INSTRUCTIONS FOR THE TASK:
Print the lines that run from the line with "def nearest(values: Sequence[float], to: float)" to the line with "def computed_relation(difference: float, uncertainty: float)", keeping both end lines, exactly as they appear in the entries below, and nothing else.

DATA FOR PROCESSING:
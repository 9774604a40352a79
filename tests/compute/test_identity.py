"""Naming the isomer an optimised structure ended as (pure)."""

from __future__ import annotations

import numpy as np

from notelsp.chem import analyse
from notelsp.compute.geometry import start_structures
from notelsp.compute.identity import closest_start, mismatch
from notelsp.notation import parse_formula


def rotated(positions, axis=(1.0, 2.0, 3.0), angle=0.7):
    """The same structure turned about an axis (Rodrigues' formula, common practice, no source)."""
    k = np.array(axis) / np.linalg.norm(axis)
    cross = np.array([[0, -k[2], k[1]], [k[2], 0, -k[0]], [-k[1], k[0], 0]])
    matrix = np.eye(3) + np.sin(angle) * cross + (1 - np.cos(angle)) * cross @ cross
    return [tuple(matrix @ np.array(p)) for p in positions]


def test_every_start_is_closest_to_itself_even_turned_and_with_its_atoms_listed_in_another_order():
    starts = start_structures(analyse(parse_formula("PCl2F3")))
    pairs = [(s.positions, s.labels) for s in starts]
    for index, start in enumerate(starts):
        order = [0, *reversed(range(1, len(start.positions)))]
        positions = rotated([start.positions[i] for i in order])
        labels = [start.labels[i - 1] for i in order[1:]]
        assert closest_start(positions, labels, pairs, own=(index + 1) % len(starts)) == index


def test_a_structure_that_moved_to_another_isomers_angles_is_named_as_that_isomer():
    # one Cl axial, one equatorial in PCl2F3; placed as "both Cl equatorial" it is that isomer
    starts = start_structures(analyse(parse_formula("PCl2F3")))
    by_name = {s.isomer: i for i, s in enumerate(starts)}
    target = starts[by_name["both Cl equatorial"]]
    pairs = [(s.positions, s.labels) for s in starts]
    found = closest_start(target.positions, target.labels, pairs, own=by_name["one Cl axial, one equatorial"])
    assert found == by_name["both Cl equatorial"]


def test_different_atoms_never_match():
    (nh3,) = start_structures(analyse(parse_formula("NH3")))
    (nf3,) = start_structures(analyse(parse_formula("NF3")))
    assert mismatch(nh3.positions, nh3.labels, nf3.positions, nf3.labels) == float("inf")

...

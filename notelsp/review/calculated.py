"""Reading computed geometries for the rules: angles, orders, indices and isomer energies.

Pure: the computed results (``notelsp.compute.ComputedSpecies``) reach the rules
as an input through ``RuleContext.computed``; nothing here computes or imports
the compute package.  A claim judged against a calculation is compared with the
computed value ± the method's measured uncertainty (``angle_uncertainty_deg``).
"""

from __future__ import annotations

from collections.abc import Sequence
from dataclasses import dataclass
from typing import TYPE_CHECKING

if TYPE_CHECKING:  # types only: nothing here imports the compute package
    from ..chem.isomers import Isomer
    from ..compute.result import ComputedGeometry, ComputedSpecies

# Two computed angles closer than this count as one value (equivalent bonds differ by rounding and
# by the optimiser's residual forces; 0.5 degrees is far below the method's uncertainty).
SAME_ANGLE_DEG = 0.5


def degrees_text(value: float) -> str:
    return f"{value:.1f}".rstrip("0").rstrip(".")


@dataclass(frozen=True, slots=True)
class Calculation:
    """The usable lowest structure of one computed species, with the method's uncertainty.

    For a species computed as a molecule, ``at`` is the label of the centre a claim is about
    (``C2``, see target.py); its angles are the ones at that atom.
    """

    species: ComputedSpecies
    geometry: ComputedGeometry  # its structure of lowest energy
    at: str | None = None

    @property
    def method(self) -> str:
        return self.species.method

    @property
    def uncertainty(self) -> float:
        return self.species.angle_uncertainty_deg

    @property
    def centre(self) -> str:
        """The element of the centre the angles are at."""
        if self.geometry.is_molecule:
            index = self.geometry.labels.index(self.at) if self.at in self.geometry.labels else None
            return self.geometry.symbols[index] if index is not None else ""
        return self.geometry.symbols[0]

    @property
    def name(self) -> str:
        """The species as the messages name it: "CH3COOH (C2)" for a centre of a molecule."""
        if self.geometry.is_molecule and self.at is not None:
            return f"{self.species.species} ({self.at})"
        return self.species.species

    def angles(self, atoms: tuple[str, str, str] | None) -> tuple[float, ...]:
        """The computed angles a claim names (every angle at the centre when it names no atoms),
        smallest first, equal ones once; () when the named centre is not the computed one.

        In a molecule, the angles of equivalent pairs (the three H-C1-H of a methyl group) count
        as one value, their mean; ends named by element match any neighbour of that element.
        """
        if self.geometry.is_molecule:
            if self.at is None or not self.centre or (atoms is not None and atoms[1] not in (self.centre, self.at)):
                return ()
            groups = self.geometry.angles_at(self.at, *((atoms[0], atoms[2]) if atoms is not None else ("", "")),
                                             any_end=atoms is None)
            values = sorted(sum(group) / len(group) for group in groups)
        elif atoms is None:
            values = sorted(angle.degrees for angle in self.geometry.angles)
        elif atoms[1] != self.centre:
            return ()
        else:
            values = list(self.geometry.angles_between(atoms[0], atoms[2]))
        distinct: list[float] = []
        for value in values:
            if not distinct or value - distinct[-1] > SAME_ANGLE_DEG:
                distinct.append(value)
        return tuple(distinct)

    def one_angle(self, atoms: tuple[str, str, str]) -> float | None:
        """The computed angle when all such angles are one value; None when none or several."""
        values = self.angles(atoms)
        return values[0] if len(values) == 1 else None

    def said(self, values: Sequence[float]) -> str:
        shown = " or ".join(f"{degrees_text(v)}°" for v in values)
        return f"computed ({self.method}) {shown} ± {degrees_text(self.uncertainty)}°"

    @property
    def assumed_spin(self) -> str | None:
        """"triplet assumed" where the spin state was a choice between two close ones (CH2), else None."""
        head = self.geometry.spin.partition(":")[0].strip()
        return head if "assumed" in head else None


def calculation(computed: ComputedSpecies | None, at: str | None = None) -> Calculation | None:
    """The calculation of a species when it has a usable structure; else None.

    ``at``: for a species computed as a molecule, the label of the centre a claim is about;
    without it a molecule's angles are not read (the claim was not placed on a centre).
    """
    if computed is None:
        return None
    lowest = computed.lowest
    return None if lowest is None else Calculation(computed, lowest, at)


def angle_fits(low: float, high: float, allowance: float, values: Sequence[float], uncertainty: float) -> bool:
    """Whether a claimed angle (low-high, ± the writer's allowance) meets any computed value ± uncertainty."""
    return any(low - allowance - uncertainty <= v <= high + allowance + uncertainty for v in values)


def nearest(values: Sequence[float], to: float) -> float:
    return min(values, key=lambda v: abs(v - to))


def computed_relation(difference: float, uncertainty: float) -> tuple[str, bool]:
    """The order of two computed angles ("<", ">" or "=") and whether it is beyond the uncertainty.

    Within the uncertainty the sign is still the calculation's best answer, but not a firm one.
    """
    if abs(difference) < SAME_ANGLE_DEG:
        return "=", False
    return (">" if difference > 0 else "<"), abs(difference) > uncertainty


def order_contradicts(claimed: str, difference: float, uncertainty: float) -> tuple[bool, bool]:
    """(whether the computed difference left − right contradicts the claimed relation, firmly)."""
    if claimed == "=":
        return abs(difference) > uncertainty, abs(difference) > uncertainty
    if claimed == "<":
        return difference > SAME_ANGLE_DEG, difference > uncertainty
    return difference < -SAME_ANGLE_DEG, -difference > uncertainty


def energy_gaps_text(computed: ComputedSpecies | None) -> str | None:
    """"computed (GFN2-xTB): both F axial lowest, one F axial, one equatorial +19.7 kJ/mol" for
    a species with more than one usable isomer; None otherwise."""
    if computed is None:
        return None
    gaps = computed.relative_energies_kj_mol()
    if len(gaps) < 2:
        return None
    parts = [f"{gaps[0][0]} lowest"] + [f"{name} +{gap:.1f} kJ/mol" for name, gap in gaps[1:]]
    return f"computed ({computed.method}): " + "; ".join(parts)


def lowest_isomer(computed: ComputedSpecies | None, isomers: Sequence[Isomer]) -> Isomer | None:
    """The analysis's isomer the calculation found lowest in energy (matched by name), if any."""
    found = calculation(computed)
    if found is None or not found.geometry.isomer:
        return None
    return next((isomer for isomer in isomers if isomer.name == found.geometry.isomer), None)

REPLY TO THE EXERCISE:
def nearest(values: Sequence[float], to: float) -> float:
    return min(values, key=lambda v: abs(v - to))


def computed_relation(difference: float, uncertainty: float) -> tuple[str, bool]:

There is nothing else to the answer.